The emigrated Salzkammergütler not only took their skills as lumbermen and saltworkers with them to the Forest Carpathians, but also their customs, their costumes, their songs and their language, the old Middle Bavarian dialect from the Salzkammergut. After living mainly in the two places Deutsch-Mokra and Königsfeld , where they made up the majority of the population for a long time, their culture and language remained for a long time. This was nothing unusual in this multilingual and multiethnic area, because in the Carpathian Ukraine , besides Ukrainians, Hungarians , Romanians , Roma , Yiddish- speaking Jews , Slovaks and Russians lived mixed up, mostly in separate villages.

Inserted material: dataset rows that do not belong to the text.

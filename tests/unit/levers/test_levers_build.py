"""The rig that comes out: an arborescence whose holes, places and numbers agree."""

from __future__ import annotations

import networkx as nx
import numpy as np
import pytest
from factories import shape_load
from lever_plans import best_plan, brief_of, plan_by_hand

from rigdesign.levers import Rig, build_rig


@pytest.fixture(params=[True, False], ids=["free", "staying"])
def rig(request) -> Rig:
    """Eleven pads under a load against z."""
    brief = brief_of(11, levers={"drill_step": 0.01}, loads=(shape_load("parabolic", -3600.0),))
    result = build_rig(best_plan(brief, 11, may_move=request.param))
    assert isinstance(result, Rig)
    return result


def test_is_an_arborescence_from_the_jack_to_the_pads(rig):
    graph = rig.trees[0].graph
    assert nx.is_arborescence(graph)
    assert [node for node, degree in graph.in_degree() if degree == 0] == ["jack 1"]
    leaves = {node for node, degree in graph.out_degree() if degree == 0}
    assert leaves == {f"pad {number}" for number in range(1, 12)}
    # n pads on one jack need n − 1 levers
    assert len(rig.trees[0].pieces) == 10


def test_holes_stand_over_what_they_join(rig):
    places = {f"pad {number + 1}": x for number, x in enumerate(rig.pad_x)}
    places |= {piece.name: piece.pivot.x for piece in rig.trees[0].pieces}
    assert rig.trees[0].jack.x == rig.trees[0].pieces[0].pivot.x
    for piece in rig.trees[0].pieces:
        assert [hole.name for hole in piece.holes] == ["pivot", "A", "B"]
        assert piece.pivot.joins == piece.parent
        assert piece.pivot.u == 0.0
        for hole in piece.holes:
            assert hole.v == 0.0
            assert hole.y == 0.0
            assert hole.x == pytest.approx(piece.pivot.x + hole.u, abs=1e-12)
        for hole in piece.ends:
            assert hole.x == pytest.approx(places[hole.joins], abs=1e-12)
        assert piece.ends[0].u < 0 < piece.ends[1].u


def test_numbers_run_tier_by_tier(rig):
    pieces = rig.trees[0].pieces
    assert [piece.number for piece in pieces] == list(range(1, 11))
    tiers = [piece.tier for piece in pieces]
    assert tiers == sorted(tiers)
    by_name = {piece.name: piece for piece in pieces}
    for piece in pieces[1:]:
        assert piece.tier == by_name[piece.parent].tier + 1
    assert rig.trees[0].jack.carries == "lever 1"
    assert pieces[0].parent == "jack 1"


def test_the_jack_pulls_with_the_load(rig):
    assert rig.trees[0].force == pytest.approx(-3600.0, rel=1e-12)


def test_words_say_what_was_searched(rig):
    assert "10 levers" in rig.words
    assert "the least of all neighbour groupings" in rig.words
    assert "drilling:" in rig.words


@pytest.mark.parametrize("may_move", [True, False])
def test_one_pad_hangs_on_the_jack(may_move):
    plan = plan_by_hand(brief_of(1), [1.56], [5400.0], may_move)
    rig = build_rig(plan)
    assert isinstance(rig, Rig)
    assert rig.trees[0].pieces == ()
    assert rig.trees[0].jack.carries == "pad 1"
    assert rig.trees[0].jack.x == 1.56
    np.testing.assert_array_equal(rig.pad_x, [1.56])
    assert nx.is_arborescence(rig.trees[0].graph)


def test_progress_runs_from_nothing_to_all():
    seen: list[float] = []
    build_rig(best_plan(brief_of(6), 6), lambda part, word: seen.append(part))
    assert seen[0] == 0.0
    assert seen[-1] == 1.0
    assert seen == sorted(seen)
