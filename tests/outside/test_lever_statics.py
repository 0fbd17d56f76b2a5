"""Statics of levers, and of strips lumped at their centroids.

Sources
-------
Equilibrium of a lever worked by hand for given numbers (the paired tree of four pads, the drift of a lever with its
pivot off the line of its end pins, the number of levers that n pads need), and the errors of n equal strips under a
uniform load from the integrals of w over each strip.  They were computed apart from this package.
"""

from __future__ import annotations

import math

import numpy as np
import pytest
from factories import make_acceptance, make_brief, make_specimen, shape_load
from hand_rigs import make_rig, make_tree

from rigdesign.checks import check, solve_statics
from rigdesign.checks.curves import curves
from rigdesign.checks.measures import hand_errors, hand_pads
from rigdesign.checks.statics import lever_fractions
from rigdesign.target import build_target


def test_four_pads_paired():
    # pads of 4, 3, 2, 1 kN at 1, 2, 3, 4 m: pivots 1.428571, 3.333333, jack at 2.0 m
    specimen = make_specimen(left=0.0, right=4.5)
    brief = make_brief(specimen=specimen, loads=(shape_load(total=10e3, start_x=0.0, end_x=4.5),))
    rig = make_rig([1.0, 2.0, 3.0, 4.0], [4e3, 3e3, 2e3, 1e3], brief, ((1, 2), (3, 4)))
    pivots = {piece.number: piece.pivot.x for piece in rig.trees[0].pieces}
    assert [pivots[2], pivots[3]] == pytest.approx([1.428571, 3.333333], abs=5e-7)
    assert rig.trees[0].jack.x == pytest.approx(2.0)
    solved = solve_statics(rig)
    assert solved.pad_force == pytest.approx([4e3, 3e3, 2e3, 1e3], rel=1e-13)
    assert solved.piece_load == pytest.approx({"lever 1": 10e3, "lever 2": 7e3, "lever 3": 3e3})
    found = check(rig)
    assert found.curves.rig["moment"][0] == pytest.approx(20e3, rel=1e-12)
    assert found.curves.rig["shear"][0] == pytest.approx(10e3, rel=1e-12)


@pytest.mark.parametrize(
    ("h", "turn", "ratio"),
    [(0.020, 5.0, 1.0087873), (0.040, 10.0, 1.0358984), (0.0, 17.0, 1.0)],
)
def test_a_turned_lever_drifts_only_if_its_holes_are_not_in_line(h, turn, ratio):
    one, two = lever_fractions(np.array([0.4]), np.array([0.4]), h, math.radians(turn))
    assert one / two == pytest.approx([ratio], abs=5e-8)
    assert one + two == pytest.approx([1.0], abs=1e-15)


@pytest.mark.parametrize("n_pads", [1, 2, 5, 12, 31])
def test_n_pads_on_one_jack_need_n_minus_one_levers(n_pads):
    tree = make_tree(np.linspace(0.3, 3.1, n_pads), np.arange(1.0, n_pads + 1))
    assert len(tree.pieces) == n_pads - 1


UNIFORM = make_brief(
    specimen=make_specimen(left=0.0, right=1.0),
    loads=(shape_load("uniform", 1.0, start_x=0.0, end_x=1.0),),
    acceptance=make_acceptance(0.9, 0.9),
)


@pytest.mark.parametrize("n_strips", [1, 3, 8, 20])
def test_equal_strips_of_a_uniform_load(n_strips):
    """Under-test at every pad by w s²/8, over-test nowhere; the shear is off by w s/2 on both sides of a pad."""
    target = build_target(UNIFORM)
    x, force = hand_pads(target.net, n_strips)
    s = 1.0 / n_strips
    assert x == pytest.approx((np.arange(n_strips) + 0.5) * s)
    assert force == pytest.approx(np.full(n_strips, s))
    found = curves(target, x, force)
    error = found.error("moment")
    at_pads = np.isin(found.x, x)
    assert error[at_pads] == pytest.approx(np.full(2 * n_strips, -(s**2) / 8), rel=1e-9)
    assert error.min() == pytest.approx(-(s**2) / 8, rel=1e-9)
    assert error.max() == pytest.approx(0.0, abs=1e-12)
    moment, shear = hand_errors(target, n_strips)
    # per cent of the peaks: root moment w L²/2, root shear w L
    assert moment == pytest.approx(s**2 / 4, rel=1e-9)
    assert shear == pytest.approx(s / 2, rel=1e-9)


@pytest.mark.parametrize("n_strips", [4, 9])
def test_local_errors_of_equal_strips(n_strips):
    """At the k-th pad from the tip the moment is off by 1/(2k−1)², the shear by ±1/(2k−1) of the local target."""
    target = build_target(UNIFORM)
    x, force = hand_pads(target.net, n_strips)
    found = curves(target, x, force)
    for k in range(1, n_strips + 1):
        rows = found.x == x[-k]
        moment = found.error("moment")[rows] / found.target["moment"][rows]
        shear = found.error("shear")[rows] / found.target["shear"][rows]
        assert moment == pytest.approx([-1 / (2 * k - 1) ** 2] * 2, rel=1e-9)
        assert shear == pytest.approx([1 / (2 * k - 1), -1 / (2 * k - 1)], rel=1e-9)


@pytest.mark.parametrize("shape", ["triangular", "elliptical", "parabolic"])
def test_lumped_strips_never_exceed_the_target_and_stay_within_a_bound(shape):
    """Strips of equal width at their centroids: under-test between strip ends, by at most about max(w) s²/8."""
    brief = make_brief(
        specimen=make_specimen(left=0.0, right=2.4), loads=(shape_load(shape, 700.0, start_x=0.0, end_x=2.4),)
    )
    target = build_target(brief)
    for n_strips in (3, 7, 16):
        s = 2.4 / n_strips
        found = curves(target, *hand_pads(target.net, n_strips))
        error = found.error("moment")
        ends = np.isin(np.round(found.x, 9), np.round(np.linspace(0, 2.4, n_strips + 1), 9))
        assert error.max() < 1e-10 * target.moment_peak
        # these loads are greatest at the root, where w varies little or linearly in a strip
        greatest = target.net.running(np.array([0.0]), "outboard")[0]
        assert error.min() > -greatest * s**2 / 8
        assert error.min() < -0.8 * greatest * s**2 / 8
        assert np.abs(error[ends]).max(initial=0.0) < 1e-9 * target.moment_peak
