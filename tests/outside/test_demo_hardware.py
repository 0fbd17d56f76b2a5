"""Hardware of every demo: what passes, that nothing could be smaller, and distances by another solver.

Distances: the nearest points of two convex hulls as least squares over the weights of their corners, none negative, by
an active set (C. L. Lawson and R. J. Hanson, Solving Least Squares Problems, 1974), where the package itself walks from
simplex to simplex.
"""

from __future__ import annotations

from dataclasses import replace
from functools import cache
from pathlib import Path

import numpy as np
import pytest
from scipy.optimize import nnls

from rigdesign.brief import read_brief
from rigdesign.chain import design
from rigdesign.checks.hardware.loads import hanging, own_weight
from rigdesign.checks.hardware.model import HardwareCheck
from rigdesign.checks.hardware.solids import members
from rigdesign.checks.hardware.strength import strength
from rigdesign.checks.hardware.tare import sampled, weighed
from rigdesign.hardware.catalogue import sections
from rigdesign.hardware.levers import PROFILE, overhang
from rigdesign.report.lists import cut_plans

HEAVY = 1e5
"""Weight of the rows that hold sums to one; distances are in millimetres beside it."""

DEMOS = sorted(Path(__file__).parents[2].glob("demo_rigs/*/*.toml"))
DESIGNED = [path for path in DEMOS if path.name == "brief.toml"]
NAMES = [f"{path.parent.name}/{path.stem}" for path in DEMOS]


@cache
def designed(path: Path) -> HardwareCheck:
    answer = design(read_brief(path))
    assert isinstance(answer, HardwareCheck)
    return answer


@pytest.mark.parametrize("path", DEMOS, ids=NAMES)
def test_every_member_passes_and_the_cut_list_is_proven(path):
    answer = designed(path)
    assert answer.accepted
    assert 0.5 < answer.utilisation <= 1.0
    for one in cut_plans(answer):
        plan = one.plan
        assert plan.n_bars == plan.least_bars
        assert not plan.too_long
        for bar in plan.bars:
            pieces = [cut.length for cut in bar.cuts for _ in range(cut.count)]
            kerfs = plan.kerf * len(pieces)
            assert sum(pieces) + kerfs - plan.kerf <= plan.bar + 1e-9
            assert bar.offcut == pytest.approx(max(0.0, plan.bar - sum(pieces) - kerfs), abs=1e-9)


class Judge:
    """The check's strength of a design, asked again for changed members under the loads that it has."""

    def __init__(self, answer: HardwareCheck) -> None:
        rig, rules = answer.check.rig, answer.check.rig.plan.target.brief.hardware
        self.hardware, self.hung = answer.hardware, hanging(rig)
        self.loads = own_weight(rig, answer.hardware.masses)
        with_weight = weighed(sampled(answer.check), self.hung, self.loads)
        self.jack = with_weight.held_at(rig.plan.target.brief.peak, rules.overshoot)
        assert strength(self.hardware, self.hung, self.loads, self.jack) == answer.strength

    def fails(self, **changes) -> bool:
        rows = strength(replace(self.hardware, **changes), self.hung, self.loads, self.jack)
        return max(row.utilisation for row in rows) > 1.0


@pytest.mark.parametrize("path", DESIGNED, ids=lambda path: path.parent.name)
def test_no_section_and_no_pin_could_be_a_size_smaller(path):
    brief = read_brief(path)
    answer = design(replace(brief, hardware=replace(brief.hardware, marks="as drilled")))
    assert isinstance(answer, HardwareCheck)
    hardware, rules, judge = answer.hardware, brief.hardware, Judge(answer)
    for name, body in hardware.bodies.items():
        kind = "plate" if body.build == "plate" else PROFILE[body.build]
        lighter = [s for s in sections(rules, kind) if s.mass < body.section.mass - 1e-9]
        if lighter:
            less = replace(body, section=lighter[-1])
            less = less if kind == "plate" else replace(less, overhang=overhang(lighter[-1].depth))
            assert judge.fails(bodies={**hardware.bodies, name: less}), name
    for i, link in enumerate(hardware.links):
        for side in ("upper", "lower"):
            end = getattr(link, side)
            smaller = [pin for pin in rules.pins if pin < end.pin - 1e-9]
            if end.fitting == "stud" or end.to.startswith("jack ") or not smaller:
                continue
            hole = smaller[-1] + rules.play
            thin = replace(end, pin=smaller[-1], hole=hole, radius=np.ceil(round(1250 * hole, 6)) / 1000)
            links = (*hardware.links[:i], replace(link, **{side: thin}), *hardware.links[i + 1 :])
            # an eye thicker than three pins is none: the pin would only be bent
            assert judge.fails(links=links) or end.inner > 3 * smaller[-1], (link.name, side)


def hulls_apart(first: np.ndarray, second: np.ndarray) -> float:
    """Distance of two convex hulls [m]: weights ≥ 0 of the corners, a heavy row each holding their sums to one."""
    middle = first.mean(axis=0)
    n, m = len(first), len(second)
    points = 1000 * np.vstack([first - middle, middle - second])
    sums = HEAVY * np.array([[1.0] * n + [0.0] * m, [0.0] * n + [1.0] * m])
    weights, _ = nnls(np.vstack([points.T, sums]), np.array([0.0, 0.0, 0.0, HEAVY, HEAVY]), maxiter=2000)
    # brought back to sums of exactly one, the two points lie in the hulls
    weights[:n], weights[n:] = weights[:n] / weights[:n].sum(), weights[n:] / weights[n:].sum()
    return float(np.linalg.norm(weights @ points)) / 1000


def boxes_apart(first: np.ndarray, second: np.ndarray) -> float:
    gap = np.maximum(first.min(axis=0) - second.max(axis=0), second.min(axis=0) - first.max(axis=0))
    return float(np.linalg.norm(np.maximum(gap, 0.0)))


@pytest.mark.parametrize("path", DEMOS, ids=NAMES)
def test_the_least_clearance_at_rest_by_another_solver(path):
    answer = designed(path)
    solids = {member.name: [member.place + solid for solid in member.solids] for member in members(answer.hardware)}
    joined = {member.name: member.joined for member in members(answer.hardware)}
    at_rest = [pair for pair in answer.space.closest if pair.state == "at rest"]
    least = at_rest[0].distance
    for pair in at_rest[:3]:
        found = min(
            hulls_apart(a, b) for a in solids[pair.first] for b in solids[pair.second] if boxes_apart(a, b) < 0.2
        )
        # a millionth of a millimetre in the programme's objective leaves about a micrometre
        assert pair.distance == pytest.approx(found, abs=2e-6)
    names = list(solids)
    pinned = {frozenset(ends) for name in names for ends in [(name, other) for other in joined[name]]}
    for i, one in enumerate(names):
        for other in names[i + 1 :]:
            if frozenset((one, other)) in pinned or (one.startswith("pad") and other.startswith("pad")):
                continue
            if joined[one] & joined[other] and one.startswith("link") and other.startswith("link"):
                continue  # two links in one piece
            for a in solids[one]:
                for b in solids[other]:
                    if boxes_apart(a, b) < least - 1e-6:
                        assert hulls_apart(a, b) >= least - 2e-6, (one, other)
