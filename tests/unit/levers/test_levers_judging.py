"""The quick judge against the tube's own, which looks at every station."""

from __future__ import annotations

import numpy as np
import pytest
from factories import (
    LEFT,
    RIGHT,
    array,
    band_rules,
    make_acceptance,
    make_brief,
    make_specimen,
    make_weight,
    point_loads,
    shape_load,
    table_load,
    two_supports,
)

from rigdesign.brief.model import Region
from rigdesign.levers.judging import build_judge
from rigdesign.pads.tube import build_tube
from rigdesign.target import build_target

REGION = Region("middle", 0.9, 1.7, band_rules("moment", 0.01, 0.04, of="local"))
SLOPE = table_load([0.2, 1.0, 1.0, 3.4], [2600.0, 1900.0, 1200.0, 300.0])
CASES = {
    "elliptical, moment alone": make_brief(acceptance=make_acceptance(0.02, None)),
    "elliptical, both bands": make_brief(),
    "negative load": make_brief(loads=(shape_load("parabolic", -4000.0),)),
    "point loads": make_brief(loads=(shape_load(), point_loads([1.1, 2.0], [900.0, 400.0]))),
    "jump of the load": make_brief(loads=(SLOPE,)),
    "region with local bands": make_brief(acceptance=make_acceptance(0.02, 0.12, (REGION,))),
    "two supports": make_brief(specimen=two_supports(LEFT, 0.6, 2.9, RIGHT), loads=(SLOPE,)),
    "weight": make_brief(specimen=make_specimen(weight=make_weight(array([0.2, 3.4]), array([40.0, 5.0])))),
    "shear alone": make_brief(acceptance=make_acceptance(None, 0.12)),
}


def rigs(tube, count, rows, seed, free_moment):
    """Random rigs near strips of the load; with the tube's first moment unless it is free."""
    rng = np.random.default_rng(seed)
    cuts = np.linspace(LEFT, RIGHT, count + 1)
    x = (cuts[:-1] + cuts[1:]) / 2 + rng.normal(0, 0.02, (rows, count))
    force = np.maximum(-np.diff(np.interp(cuts, tube.x, tube.shear)), 1.0) * rng.uniform(0.9, 1.1, (rows, count))
    force *= tube.total / force.sum(axis=1, keepdims=True)
    if not free_moment:
        x += tube.jack_x - (force * x).sum(axis=1, keepdims=True) / tube.total
    return x, force


@pytest.mark.parametrize("name", CASES)
@pytest.mark.parametrize("free_moment", [False, True])
def test_agrees_with_the_tube(name, free_moment):
    """Equal to the tube's own judgement, but for interpolation between stations."""
    target = build_target(CASES[name])
    # stations six times as dense as usual, so that the tube's straight lines between them do not matter
    tube = build_tube(target, target.net.first_moment / target.net.total, 6, per_pad=600)
    x, force = rigs(tube, 6, 40, 3, free_moment)
    quick, full = build_judge(tube).use(x, force), tube.use(x, force)
    # 1 %: the places looked at between two pads are a tenth of their distance from the worst at most
    np.testing.assert_allclose(quick, full, rtol=0.01)
    # never above: 1e-4 for the interpolation
    assert np.all(quick <= full * (1 + 1e-4))


def test_displaced_jack_on_two_supports():
    """Reactions answer a jack off the resultant; both judges must say so alike."""
    target = build_target(CASES["two supports"])
    tube = build_tube(target, target.net.first_moment / target.net.total + 0.05, 5, per_pad=600)
    x, force = rigs(tube, 5, 20, 8, False)
    np.testing.assert_allclose(build_judge(tube).use(x, force), tube.use(x, force), rtol=0.01)


def test_pads_in_any_order():
    """A grouping of pads that are no neighbours may let two pads change places."""
    target = build_target(make_brief())
    tube = build_tube(target, target.net.first_moment / target.net.total, 6)
    x, force = rigs(tube, 6, 3, 4, False)
    mixed = np.array([3, 0, 5, 1, 4, 2])
    judge = build_judge(tube)
    np.testing.assert_allclose(judge.use(x[:, mixed], force[:, mixed]), judge.use(x, force), rtol=1e-12)
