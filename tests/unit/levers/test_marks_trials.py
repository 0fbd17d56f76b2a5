"""What rows of steps are worth in the search for few part marks."""

from __future__ import annotations

import numpy as np
import pytest
from test_marks_few import free_rig, spaced_rig

from rigdesign.checks import check
from rigdesign.levers.marks.exact import Exact
from rigdesign.levers.marks.trials import Trials

ALONE = ((0,), (1,), (2,), (3,), (4,), (5,), (6,))


def test_a_row_is_worth_its_band_use():
    trials = Trials(spaced_rig(), 0.03, 0.9)
    assert trials.values(trials.drilled[None], ALONE)[0] == pytest.approx(check(spaced_rig()).band_use, rel=1e-3)
    assert trials.use_before == pytest.approx(check(spaced_rig()).band_use, rel=1e-6)


def test_outer_holes_that_follow_what_moves_below_keep_the_tolerance_too():
    """Lever 2 has 4 mm to spare, and the pivots below it move apart: its arm to B grows by what they move."""
    trials = Trials(spaced_rig(), 0.004, 10.0)
    levers = spaced_rig().trees[0].pieces
    below = [int(hole.joins.split()[1]) - 1 for hole in levers[1].ends]
    row = trials.drilled.copy()
    row[below[1]] += 4
    assert np.isfinite(trials.values(row[None], ALONE)[0])
    row[below[0]] -= 4
    assert trials.values(row[None], ALONE)[0] == np.inf
    again = trials.drilled.copy()
    again[below[1]] += 5
    assert trials.values(again[None], ALONE)[0] == np.inf


def test_pieces_that_must_be_alike_are():
    trials = Trials(spaced_rig(), 0.05, 10.0)
    low = [k for k, ends in enumerate(trials.branches.ends) if all(end < 0 for end in ends)]
    groups = (tuple(low[:2]), *((k,) for k in range(7) if k not in low[:2]))
    assert trials.drilled[low[0]] != trials.drilled[low[1]]
    assert trials.values(trials.drilled[None], groups)[0] == np.inf
    row = trials.drilled.copy()
    row[low[0]] = row[low[1]]
    assert np.isfinite(trials.values(row[None], groups)[0])


def test_what_many_stations_do_not_accept_is_not_accepted(monkeypatch):
    trials = Trials(free_rig(), 0.02, 0.9)
    assert trials.is_accepted(trials.drilled, ())
    monkeypatch.setattr(Exact, "use", lambda *_: 0.91)
    assert not trials.is_accepted(trials.drilled, ())


def test_shares_of_pads_are_not_left(monkeypatch):
    trials = Trials(free_rig(), 0.02, 0.9)
    assert trials.is_accepted(trials.drilled, ())
    monkeypatch.setattr(Exact, "shares_missed", lambda *_: 0.01)
    assert not trials.is_accepted(trials.drilled, ())


def test_the_reach_is_whole_steps():
    assert [Trials(free_rig(), tolerance, 1.0).reach for tolerance in (0.0009, 0.001, 0.0199)] == [0, 1, 19]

After the end of the Second World War, the German-speaking residents were subjected to massive repression and Russian and Ukrainian largely supplanted the old dialect. Today only about 300 German-speaking people, mostly elderly, live in the entire Theresiental area . However, they have almost never learned standard German and are most likely to have a conversation with Austrians who can still speak the old form of the Salzkammergut dialect. For many modern terms, they mostly use Russian and Ukrainian words. For example, an alpine hut is called "Kolifn" (from Ukrainian: koliba ) and a locomotive is called "Maschin". Since 1991 at the latest, Ukrainian has been the dominant language in all areas of life for these people.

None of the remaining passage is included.